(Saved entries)
import type { Place } from '#shared/contracts/places.js';
import type { Client } from './api.js';

/** The first place of the client's village. */
export async function firstPlace(client: Client): Promise<Place> {
  const answer = await client.get(`/api/communities/${client.communityId}/places`).expect(200);
  const [first] = (answer.body as { items: Place[] }).items;
  if (!first) throw new Error('no place');
  return first;
}

/** Adds a place like the given one, with some changes. */
export async function addPlaceLike(officer: Client, like: Place, changes: Partial<Place>): Promise<Place> {
  const { id: _id, communityId: _communityId, version: _version, ...input } = like;
  const answer = await officer
    .post(`/api/communities/${officer.communityId}/places`, { ...input, ...changes })
    .expect(201);
  return answer.body as Place;
}
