import { useTranslation } from 'react-i18next';
import type { DriftDay, DriftEpoch } from '#shared/contracts/drift.js';
import { useDateWords } from '#src/lib/date-words.js';
import { Table } from '#src/ui/table.js';
import { useJulianWords } from './use-julian-words.js';
import type { DriftBoardProps } from './drift-board.js';

/** The picture in numbers: each year with both calendars and the Sun's longitude. */
export function DriftTable({ drift, phenomenon, yearInUse, caption }: DriftBoardProps & { caption: string }) {
  const { t } = useTranslation('drift');
  const dates = useDateWords();
  return (
    <>
      <Table caption={caption} captionForEars={false} className="max-w-measure">
        <thead>
          <tr>
            <th scope="col">{t('table.year')}</th>
            <th scope="col">{t('table.gregorian')}</th>
            <th scope="col">{t('table.julian')}</th>
            <th scope="col">{t('table.sun')}</th>
          </tr>
        </thead>
        <tbody>
          {drift.epochs.map((epoch) => {
            const [day] = epoch.phenomena[phenomenon].occurrences;
            const year = dates.year(epoch.year);
            return (
              <tr key={epoch.year} aria-current={epoch.year === yearInUse || undefined}>
                <th scope="row">{epoch.year === yearInUse ? t('table.inUse', { year }) : year}</th>
                {day === undefined ? (
                  <td colSpan={3}>{t(`table.noDay.${whyNoDay(epoch, phenomenon)}`)}</td>
                ) : (
                  <DayCells day={day} />
                )}
              </tr>
            );
          })}
        </tbody>
      </Table>
      <p className="mt-2 text-small text-umber-soft">{t('table.sunNote')}</p>
    </>
  );
}

function DayCells({ day }: { day: DriftDay }) {
  const { i18n } = useTranslation('drift');
  const dates = useDateWords();
  const julian = useJulianWords();
  const degrees = new Intl.NumberFormat(i18n.language, {
    maximumFractionDigits: 1,
    minimumFractionDigits: 1,
  });
  return (
    <>
      <td>
        {dates.day(day.expected.gregorian)}
        {day.early !== null && day.late !== null && (
          <span className="range-line">{dates.range(day.early.gregorian, day.late.gregorian, 'short')}</span>
        )}
      </td>
      <td>{julian(day.expected.julian)}</td>
      <td>{degrees.format(day.sunLongitudeDeg)}°</td>
    </>
  );
}

function whyNoDay({ outcome, phenomena }: DriftEpoch, phenomenon: DriftBoardProps['phenomenon']) {
  if (outcome !== 'rises-and-sets') return outcome;
  return phenomena[phenomenon].outcome === 'never-dark-enough' ? 'never-dark-enough' : 'none-in-this-year';
}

▸ WORK ITEM
Only the number is needed. Say how many lines of the entries contain "DriftEpoch".

▸ WRITTEN ANSWER
2